• _Problem requirements_: Please repeat only these lines, exactly: the one containing "LBR_CHECKED lbr_status lbr_weighting_of(const" and all that come after it in the material.
*** Opening of Working data ***
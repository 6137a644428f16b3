/* Frequency weightings A, C and Z of IEC 61672-1:2013 (formulas of clause
 * 5.5.7 and Annex E).
 */
#ifndef LBR_SPECTRUM_WEIGHTING_H
#define LBR_SPECTRUM_WEIGHTING_H

#include <stddef.h>

#include "base/status.h"

typedef enum lbr_weighting {
  LBR_WEIGHTING_A,
  LBR_WEIGHTING_C,
  LBR_WEIGHTING_Z /* flat: 1 at all frequencies */
} lbr_weighting;

/* The weighting called "A", "C" or "Z", else LBR_UNKNOWN. */
LBR_CHECKED lbr_status lbr_weighting_of(const char *name, lbr_weighting *out);

/* Gain (amplitude ratio, 1 at 1 kHz) at hz >= 0. */
double lbr_weighting_gain(lbr_weighting weighting, double hz);

/* out[k] = power[k] gain(k step_hz)^2; out may be power. */
void lbr_weigh_powers(lbr_weighting weighting, const double *power, size_t n,
                      double step_hz, double *out);

#endif
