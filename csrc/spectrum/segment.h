/* One segment on its way into a transform, and its power on the way out: the
 * inner loops of averaging.  The bits are the same on every processor.
 */
#ifndef LBR_SPECTRUM_SEGMENT_H
#define LBR_SPECTRUM_SEGMENT_H

#include <complex.h>
#include <stddef.h>

typedef enum lbr_detrend { /* what is taken from every segment */
  LBR_DETREND_NONE,        /* nothing */
  LBR_DETREND_MEAN,        /* its mean */
  LBR_DETREND_LINE,        /* the straight line of least squares */
  LBR_DETREND_KINDS
} lbr_detrend;

/* out[i] = w[i] (x[i] - trend) for i < n. */
void lbr_segment_window(const double *x, const double *w, size_t n,
                        lbr_detrend detrend, double *out);

/* power[k] = |bins[k]|^2 */
void lbr_segment_set_power(const double complex *bins, size_t count,
                           double *power);

/* sum[k] += |bins[k]|^2 */
void lbr_segment_add_power(const double complex *bins, size_t count,
                           double *sum);

/* most[k] = the larger of most[k] and |bins[k]|^2 */
void lbr_segment_most_power(const double complex *bins, size_t count,
                            double *most);

/* re[k] + i im[k] += conj(a[k]) b[k] */
void lbr_segment_add_cross(const double complex *a, const double complex *b,
                           size_t count, double *re, double *im);

#endif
*** Close of Working data ***
• _Output for this task_:
LBR_CHECKED lbr_status lbr_weighting_of(const char *name, lbr_weighting *out);

/* Gain (amplitude ratio, 1 at 1 kHz) at hz >= 0. */
double lbr_weighting_gain(lbr_weighting weighting, double hz);

/* out[k] = power[k] gain(k step_hz)^2; out may be power. */
void lbr_weigh_powers(lbr_weighting weighting, const double *power, size_t n,
                      double step_hz, double *out);

#endif
filename csrc/spectrum/segment.h
/* One segment on its way into a transform, and its power on the way out: the
 * inner loops of averaging.  The bits are the same on every processor.
 */
#ifndef LBR_SPECTRUM_SEGMENT_H
#define LBR_SPECTRUM_SEGMENT_H

#include <complex.h>
#include <stddef.h>

typedef enum lbr_detrend { /* what is taken from every segment */
  LBR_DETREND_NONE,        /* nothing */
  LBR_DETREND_MEAN,        /* its mean */
  LBR_DETREND_LINE,        /* the straight line of least squares */
  LBR_DETREND_KINDS
} lbr_detrend;

/* out[i] = w[i] (x[i] - trend) for i < n. */
void lbr_segment_window(const double *x, const double *w, size_t n,
                        lbr_detrend detrend, double *out);

/* power[k] = |bins[k]|^2 */
void lbr_segment_set_power(const double complex *bins, size_t count,
                           double *power);

/* sum[k] += |bins[k]|^2 */
void lbr_segment_add_power(const double complex *bins, size_t count,
                           double *sum);

/* most[k] = the larger of most[k] and |bins[k]|^2 */
void lbr_segment_most_power(const double complex *bins, size_t count,
                            double *most);

/* re[k] + i im[k] += conj(a[k]) b[k] */
void lbr_segment_add_cross(const double complex *a, const double complex *b,
                           size_t count, double *re, double *im);

#endif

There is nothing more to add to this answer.